### Problem requirements
How do the lines below between the ones holding "expect(heightToPlane(outer, 'top')).toBe(2e-4);" and "the top side'));", inclusive, read? Give them again exactly, with no other lines.
:: Listed entries
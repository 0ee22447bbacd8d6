import { stackupSchema } from '@shared/schemas/board-setup.schema';
import { describe, expect, it } from 'vitest';
import { heightToPlane, planePair, planePairs, type StackLayer } from './stackup';

const fault = (field: string, message: string) =>
  expect.objectContaining({ name: 'EngineError', field, message: expect.stringContaining(message) });
const copper = (name: string, use: 'signal' | 'plane', thickness_m = 35e-6): StackLayer => ({
  kind: 'copper',
  name,
  thickness_m,
  use,
});
const dielectric = (thickness_m: number, relative_permittivity: number): StackLayer => ({
  kind: 'dielectric',
  name: 'sheet',
  thickness_m,
  relative_permittivity,
});
const board: StackLayer[] = [
  copper('top', 'signal'),
  dielectric(1e-4, 4),
  copper('ground', 'plane'),
  dielectric(5e-5, 3.2),
  dielectric(1.5e-4, 4.8),
  copper('power', 'plane', 18e-6),
  dielectric(1e-3, 4.4),
  copper('inner', 'signal', 18e-6),
  dielectric(2e-4, 4),
  copper('ground 2', 'plane'),
  dielectric(1.2e-4, 4),
  copper('bottom', 'signal'),
];

describe('plane pair of a stack-up', () => {
  it('has the height of its dielectrics and their permittivity in series', () => {
    const pair = planePair(board, 'ground', 'power');
    expect(pair.spacing_m).toBeCloseTo(2e-4, 16);
    expect(pair.relative_permittivity).toBeCloseTo(2e-4 / (5e-5 / 3.2 + 1.5e-4 / 4.8), 12);
    expect(pair.depthFromTop_m).toBeCloseTo(1e-4, 16);
    // Dielectrics and the coppers between power and bottom, face to face.
    expect(pair.depthFromBottom_m).toBeCloseTo(1e-3 + 18e-6 + 2e-4 + 35e-6 + 1.2e-4, 16);
  });

  it('has no depth where a plane is the outer copper', () => {
    const two = [copper('a', 'plane'), dielectric(2e-4, 4.2), copper('b', 'plane')];
    expect(planePair(two, 'a', 'b')).toEqual({
      spacing_m: 2e-4,
      relative_permittivity: expect.closeTo(4.2, 12),
      depthFromTop_m: 0,
      depthFromBottom_m: 0,
    });
  });

  it('takes a board’s stack-up as it is stored', () => {
    const { layers } = stackupSchema.parse({ layers: board });
    expect(planePair(layers, 'ground', 'power')).toEqual(planePair(board, 'ground', 'power'));
  });

  it('is refused with what is wrong about it', () => {
    expect(() => planePair(board, 'earth', 'power')).toThrow(
      fault('upperName', 'no copper layer called earth'),
    );
    expect(() => planePair(board, 'ground', 'sheet')).toThrow(fault('lowerName', 'called sheet'));
    expect(() => planePair(board, 'ground', 'ground')).toThrow(fault('lowerName', 'both planes'));
    expect(() => planePair(board, 'power', 'ground')).toThrow(fault('lowerName', 'ground lies above power'));
    expect(() => planePair(board, 'top', 'ground')).toThrow(fault('upperName', 'top is a signal layer'));
    expect(() => planePair(board, 'ground', 'inner')).toThrow(fault('lowerName', 'inner is a signal layer'));
    expect(() => planePair(board, 'power', 'ground 2')).toThrow(fault('lowerName', 'inner lies between'));
    expect(() => planePair(board, 'ground', 'ground 2')).toThrow(fault('lowerName', 'power lies between'));
    const touching = [copper('a', 'plane'), copper('b', 'plane')];
    expect(() => planePair(touching, 'a', 'b')).toThrow(fault('lowerName', 'touch'));
    const flat = [copper('a', 'plane'), dielectric(0, 4), copper('b', 'plane')];
    expect(() => planePair(flat, 'a', 'b')).toThrow(fault('layers[sheet].thickness_m', 'above zero'));
    const empty = [copper('a', 'plane'), dielectric(1e-4, 0), copper('b', 'plane')];
    expect(() => planePair(empty, 'a', 'b')).toThrow(
      fault('layers[sheet].relative_permittivity', 'above zero'),
    );
  });

  it('is offered wherever only dielectric lies between two planes', () => {
    expect(planePairs(board)).toEqual([
      { upper: 'ground', lower: 'power', ...planePair(board, 'ground', 'power') },
    ]);
    expect(planePairs([copper('a', 'signal'), dielectric(1e-4, 4), copper('b', 'plane')])).toEqual([]);
  });
});

describe('height over the nearest plane', () => {
  it('counts from each side’s outer copper, through whatever lies between', () => {
    expect(heightToPlane(board, 'top')).toBeCloseTo(1e-4, 16);
    expect(heightToPlane(board, 'bottom')).toBeCloseTo(1.2e-4, 16);
    const buried = [copper('t', 'signal'), dielectric(1e-4, 4), copper('s', 'signal'), ...board.slice(1)];
    expect(heightToPlane(buried, 'top')).toBeCloseTo(1e-4 + 35e-6 + 1e-4, 16);
    const outer = [copper('a', 'plane'), dielectric(2e-4, 4.2), copper('b', 'plane')];
    expect(heightToPlane(outer, 'top')).toBe(2e-4);
  });

  it('needs a plane', () => {
    const none = [copper('a', 'plane'), dielectric(2e-4, 4.2), copper('b', 'signal')];
    expect(() => heightToPlane(none, 'top')).toThrow(fault('layers', 'no plane lies below the top side'));
    expect(heightToPlane(none, 'bottom')).toBe(2e-4);
  });
});
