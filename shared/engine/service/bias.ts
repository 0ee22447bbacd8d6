import { EngineError } from '../errors';
import { BASIS } from './basis';
import { estimatedBias } from './bias-estimate';
import { notNegative } from './checks';
import { factorCurve } from './factor-curve';
import { familyOf } from './family';
import type { CurvePoints, Estimate, PartBehaviour } from './part-behaviour';

/** Beyond a bias curve's last point no less than this is taken to be left (or the last point, if that is lower still). */
export const LEAST_EXTENDED_FACTOR = 0.05;

/**
 * What a DC voltage leaves of a part's capacitance: C(V) ÷ C(0 V), volts as on the rail. By the part's curve where there is one;
 * else 1 for what does not lose, and for class 2 ceramics an estimate by V ÷ V rated and case. A bare part is taken as it
 * stands. Throws EngineError for a negative voltage ('voltage_V') and for one above the rating ('rated_voltage_V').
 */
export function biasFactor(part: PartBehaviour, voltage_V: number): Estimate {
  notNegative('voltage_V', voltage_V);
  const rated = part.rated_voltage_V;
  if (rated !== undefined && !(notNegative('rated_voltage_V', rated) > 0))
    throw new EngineError('rated_voltage_V', 'must be above zero');
  // A hair above (3.3 against 3.3000000001 from a table) is the rating itself.
  if (rated !== undefined && voltage_V > rated * (1 + 1e-9))
    throw new EngineError('rated_voltage_V', `${voltage_V} V is above its rating of ${rated} V`);
  if (part.bias_curve) return fromCurve(part.bias_curve, voltage_V);
  const family = familyOf(part);
  if (family.kind === 'bare') return { factor: 1, estimated: false, basis: BASIS.asGiven };
  if (family.kind !== 'ceramic')
    return { factor: 1, estimated: false, basis: BASIS.doesNotLose(family.kind) };
  const { dielectric } = family;
  if (dielectric?.class === 1)
    return { factor: 1, estimated: false, basis: BASIS.doesNotLose(dielectric.code) };
  if (voltage_V === 0) return { factor: 1, estimated: false, basis: BASIS.noBias };
  if (rated === undefined) return { factor: 1, estimated: true, basis: BASIS.noRating };
  return estimatedBias(voltage_V / rated, part.case, dielectric);
}

function fromCurve(points: CurvePoints, voltage_V: number): Estimate {
  const { at, first, last, lastSlope } = factorCurve(points, 'bias_curve');
  if (voltage_V <= last[0])
    return { factor: at(voltage_V), estimated: voltage_V < first[0], basis: BASIS.biasCurve };
  // Level would be too kind: the fall goes on as at the end, though never up again.
  const extended = last[1] + Math.min(0, lastSlope) * (voltage_V - last[0]);
  const factor = Math.max(extended, Math.min(last[1], LEAST_EXTENDED_FACTOR));
  return { factor, estimated: true, basis: BASIS.beyondBiasCurve };
}
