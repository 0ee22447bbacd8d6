import { ensureInstalled, requireNode } from './install.mjs';
import { passOn, runNode } from './run.mjs';

requireNode();
ensureInstalled();
passOn([
  runNode(['node_modules/tsx/dist/cli.mjs', 'watch', '--clear-screen=false', 'server/main.ts']),
  runNode(['node_modules/vite/bin/vite.js']),
]);
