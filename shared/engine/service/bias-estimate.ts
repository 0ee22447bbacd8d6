import { BASIS } from './basis';
import { caseLength_mm } from './case-size';
import type { DielectricLimits } from './dielectric';
import type { Estimate } from './part-behaviour';

/** How steeply a middle case (0603) of class 2 falls: 71 % left at half the rating, 38 % at the rating. */
const MIDDLE_STEEPNESS = 1.6;
const MIDDLE_LENGTH_MM = 1.6;
/** Y5V and its like fall about as far at half the rating as class 2 does at the whole. */
const CLASS_3_STEEPER = 4;

/**
 * What a class 2 ceramic keeps at `ratio` = V ÷ V rated when nothing is known but its case: 1/(1 + a·ratio²), where a is 1.6 for
 * a middle case, rises as 1/√length for smaller ones and falls for larger ones. Common practice, not a law: a smooth form
 * without a source of its own whose a lies inside the figures of a vendor's page on derating (10 V part: 80–90 % left at 3.3 V,
 * 60–80 % at 5 V, 30–50 % at 10 V; 16 V part: 85–95 % at 5 V; smaller cases lose more). Real parts differ by tens of per cent.
 */
export function estimatedBias(
  ratio: number,
  caseCode: string | undefined,
  dielectric: DielectricLimits | null,
): Estimate {
  const length = caseLength_mm(caseCode);
  const a =
    MIDDLE_STEEPNESS *
    Math.sqrt(MIDDLE_LENGTH_MM / (length ?? MIDDLE_LENGTH_MM)) *
    (dielectric?.class === 3 ? CLASS_3_STEEPER : 1);
  return {
    factor: 1 / (1 + a * ratio * ratio),
    estimated: true,
    basis: BASIS.biasEstimate(length !== null, dielectric?.code ?? null),
  };
}
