/** Points of a curve: [x, factor] with x rising. */
export type CurvePoints = readonly (readonly [number, number])[];

/** What the engine needs of a part to say what it is in service. Catalogue values; what is left out is not known. */
export interface PartBehaviour {
  readonly capacitance_F: number;
  readonly esr_ohm: number;
  readonly esl_H: number;
  /** Kind by construction, e.g. `ceramic`, `polymer`; a part without one is bare: its numbers are taken as they stand. */
  readonly technology?: string;
  /** EIA-198 / IEC 60384 code of a ceramic, e.g. `X7R`. */
  readonly dielectric?: string;
  /** Case code in inch, e.g. `0402`; a metric one ends in M. */
  readonly case?: string;
  /** Tolerance letter (IEC 60062). */
  readonly tolerance?: string;
  readonly rated_voltage_V?: number;
  /** C ÷ C(0 V) over DC volts. */
  readonly bias_curve?: CurvePoints;
  /** C ÷ C(25 °C) over °C. */
  readonly temperature_curve?: CurvePoints;
  /** Loss in per cent of the 1000 h value with each decade of hours. */
  readonly ageing_percent_per_decade?: number;
  /** ± per cent. */
  readonly esr_tolerance_percent?: number;
  readonly esl_tolerance_percent?: number;
}

/** A factor, whether it is an estimate rather than the part's own figure, and in a few words where it comes from. */
export interface Estimate {
  factor: number;
  estimated: boolean;
  basis: string;
}
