import { spawnSync } from 'node:child_process';
import { existsSync, readFileSync, writeFileSync } from 'node:fs';
import path from 'node:path';
import { fileURLToPath } from 'node:url';

export const root = path.resolve(path.dirname(fileURLToPath(import.meta.url)), '../..');

const OLDEST_NODE = [20, 19];

/** Stops with one sentence where Node.js is too old to run any of this. */
export function requireNode() {
  const [major, minor] = process.versions.node.split('.').map(Number);
  const [wantedMajor, wantedMinor] = OLDEST_NODE;
  if (major > wantedMajor || (major === wantedMajor && minor >= wantedMinor)) return;
  console.error(
    `Millpond needs Node.js ${OLDEST_NODE.join('.')} or newer; this is ${process.versions.node}.`,
  );
  process.exit(1);
}

const stampFile = path.join(root, 'node_modules', '.millpond-installed');

/** True when what is installed is what the lock file says. */
function isInstalled(lock) {
  if (existsSync(stampFile)) return readFileSync(stampFile, 'utf8') === lock;
  // Installed by hand: npm keeps a lock of its own there, without what it left out for this machine.
  const npmLock = path.join(root, 'node_modules', '.package-lock.json');
  if (!existsSync(npmLock)) return false;
  const installed = JSON.parse(readFileSync(npmLock, 'utf8')).packages;
  return Object.entries(JSON.parse(lock).packages).every(
    ([name, { version, optional, devOptional }]) =>
      name === '' || (name in installed ? installed[name].version === version : optional || devOptional),
  );
}

/** Installs the dependencies when they are missing or older than the lock file. */
export function ensureInstalled() {
  const lock = readFileSync(path.join(root, 'package-lock.json'), 'utf8');
  if (isInstalled(lock)) return;
  console.log('Installing dependencies (npm ci) …');
  const npm = process.platform === 'win32' ? 'npm.cmd' : 'npm';
  const { status } = spawnSync(npm, ['ci', '--no-audit', '--no-fund', '--include=dev', '--loglevel=error'], {
    cwd: root,
    stdio: 'inherit',
    shell: process.platform === 'win32',
  });
  if (status !== 0) process.exit(status ?? 1);
  writeFileSync(stampFile, lock);
}
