import type { Estimate } from './part-behaviour';

/** A middle value and the ends of the band that it lies in; all three alike where no band is known. */
export interface Band extends Estimate {
  low: number;
  high: number;
}

/** A value without a band. */
export const steady = (factor: number, estimated: boolean, basis: string): Band => ({
  factor,
  low: factor,
  high: factor,
  estimated,
  basis,
});
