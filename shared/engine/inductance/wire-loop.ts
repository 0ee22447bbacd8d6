import { MU0_H_PER_M } from '../constants';
import { EngineError } from '../errors';
import { positive } from './checks';

/** Where the current flows: on the wire's surface (high frequency) or evenly through it (low), which adds to each metre. */
export type CurrentIn = 'surface' | 'uniform';

/** Internal inductance of a round wire with even current, H/m: μ₀/8π, whatever its radius (textbook). */
export const INTERNAL_H_PER_M = MU0_H_PER_M / (8 * Math.PI);

const internal = (current: CurrentIn, length_m: number): number =>
  current === 'uniform' ? INTERNAL_H_PER_M * length_m : 0;

/**
 * Rectangle of round wire with sides a and b (between centres) and wire radius r, metres in, henry out:
 * (μ₀/π)·[a ln(2a/r) + b ln(2b/r) − a asinh(a/b) − b asinh(b/a) + 2√(a² + b²) − 2(a + b)]. Throws EngineError for sizes of zero or
 * less and a wire thicker than the rectangle.
 * Source: E. B. Rosa, Bull. Bureau of Standards 4(2) 301–344, 1908; F. W. Grover, Inductance Calculations, 1946, ch. 8 (58).
 */
export function rectangularLoop_H(
  a_m: number,
  b_m: number,
  wireRadius_m: number,
  current: CurrentIn = 'surface',
): number {
  const [a, b, r] = [positive('a_m', a_m), positive('b_m', b_m), positive('wireRadius_m', wireRadius_m)];
  if (!(2 * r < Math.min(a, b)))
    throw new EngineError('wireRadius_m', 'the wire is thicker than the rectangle');
  const sides = a * Math.log((2 * a) / r) + b * Math.log((2 * b) / r);
  const opposite = a * Math.asinh(a / b) + b * Math.asinh(b / a);
  const ends = 2 * Math.hypot(a, b) - 2 * (a + b);
  return (MU0_H_PER_M / Math.PI) * (sides - opposite + ends) + internal(current, 2 * (a + b));
}

/**
 * Circle of radius R of round wire with radius a, metres in, henry out: μ₀R·(ln(8R/a) − 2), for thin wire. Throws EngineError for
 * sizes of zero or less and a wire thicker than half the loop. Source: circular loop, surface current (textbook).
 */
export function circularLoop_H(
  loopRadius_m: number,
  wireRadius_m: number,
  current: CurrentIn = 'surface',
): number {
  const [R, a] = [positive('loopRadius_m', loopRadius_m), positive('wireRadius_m', wireRadius_m)];
  if (!(2 * a < R)) throw new EngineError('wireRadius_m', 'the wire is too thick for the loop');
  return MU0_H_PER_M * R * (Math.log((8 * R) / a) - 2) + internal(current, 2 * Math.PI * R);
}
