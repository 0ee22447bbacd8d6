import { ensureBuilt } from './build.mjs';
import { ensureInstalled, requireNode } from './install.mjs';
import { passOn, runNode } from './run.mjs';

requireNode();
ensureInstalled();
ensureBuilt();
passOn([runNode(['--import', 'tsx', 'server/main.ts'])]);
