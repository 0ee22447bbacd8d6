import fc from 'fast-check';
import { describe, expect, it } from 'vitest';
import { monotoneCubic } from './monotone-cubic';
import type { CurvePoints } from './part-behaviour';

const fault = (field: string) => expect.objectContaining({ name: 'EngineError', field });
const bias: CurvePoints = [
  [0, 1],
  [2, 0.97],
  [3, 0.8],
  [6.3, 0.45],
  [10, 0.3],
];
/** Rising x with any y. */
const anyPoints = fc
  .array(
    fc.tuple(fc.double({ min: 0.01, max: 10, noNaN: true }), fc.double({ min: -5, max: 5, noNaN: true })),
    {
      minLength: 2,
      maxLength: 12,
    },
  )
  .map((steps) => {
    let x = -3;
    return steps.map(([step, y]): [number, number] => {
      x += step;
      return [x, y];
    });
  });

describe('monotone cubic', () => {
  it('goes through its points and is level beyond both ends', () => {
    const at = monotoneCubic(bias, 'curve');
    for (const [x, y] of bias) expect(at(x)).toBe(y);
    expect(at(-1)).toBe(1);
    expect(at(1e6)).toBe(0.3);
  });

  it('reproduces a straight line, and a level one exactly', () => {
    const line = monotoneCubic(
      [-1, 0, 0.5, 4, 5].map((x) => [x, 3 - 0.25 * x] as const),
      'curve',
    );
    for (let x = -1; x <= 5; x += 0.01) expect(line(x)).toBeCloseTo(3 - 0.25 * x, 13);
    const level = monotoneCubic(
      [
        [0, 0.7],
        [1, 0.7],
        [9, 0.7],
      ],
      'curve',
    );
    for (let x = 0; x <= 9; x += 0.07) expect(level(x)).toBe(0.7);
  });

  it('has no corner at a point, unlike straight joins', () => {
    const at = monotoneCubic(bias, 'curve');
    for (const x of [2, 3, 6.3]) {
      const before = (at(x) - at(x - 1e-6)) / 1e-6;
      const after = (at(x + 1e-6) - at(x)) / 1e-6;
      expect(Math.abs(after - before)).toBeLessThan(1e-5);
      expect(before).toBeLessThan(-0.01);
    }
  });

  it('never leaves the span of two neighbours and falls wherever they fall', () => {
    fc.assert(
      fc.property(anyPoints, (points) => {
        const at = monotoneCubic(points, 'curve');
        for (let i = 0; i + 1 < points.length; i++) {
          const [[x0, y0], [x1, y1]] = [points[i], points[i + 1]];
          let previous = y0;
          for (let k = 1; k <= 40; k++) {
            const y = k === 40 ? at(x1) : at(x0 + ((x1 - x0) * k) / 40);
            // Rounding may step back by a few units in the last place, no more.
            expect(Math.sign(y1 - y0) * (y - previous)).toBeGreaterThanOrEqual(-1e-13);
            expect(y).toBeGreaterThanOrEqual(Math.min(y0, y1));
            expect(y).toBeLessThanOrEqual(Math.max(y0, y1));
            previous = y;
          }
        }
      }),
      { numRuns: 200, seed: 11 },
    );
  });

  it('names what it refuses', () => {
    expect(() => monotoneCubic([[0, 1]], 'bias_curve')).toThrow(fault('bias_curve'));
    expect(() =>
      monotoneCubic(
        [
          [0, 1],
          [0, 0.9],
        ],
        'bias_curve',
      ),
    ).toThrow(fault('bias_curve[1]'));
    expect(() =>
      monotoneCubic(
        [
          [0, 1],
          [2, 1],
          [1, 1],
        ],
        'c',
      ),
    ).toThrow(fault('c[2]'));
    expect(() =>
      monotoneCubic(
        [
          [0, Number.NaN],
          [1, 1],
        ],
        'c',
      ),
    ).toThrow(fault('c[0]'));
    expect(() =>
      monotoneCubic(
        [
          [0, 1],
          [Number.POSITIVE_INFINITY, 1],
        ],
        'c',
      ),
    ).toThrow(fault('c[1]'));
    expect(() => monotoneCubic(bias, 'c')(Number.NaN)).toThrow(fault('c'));
  });
});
::::
### Task response
    expect(heightToPlane(outer, 'top')).toBe(2e-4);
  });

  it('needs a plane', () => {
    const none = [copper('a', 'plane'), dielectric(2e-4, 4.2), copper('b', 'signal')];
    expect(() => heightToPlane(none, 'top')).toThrow(fault('layers', 'no plane lies below the top side'));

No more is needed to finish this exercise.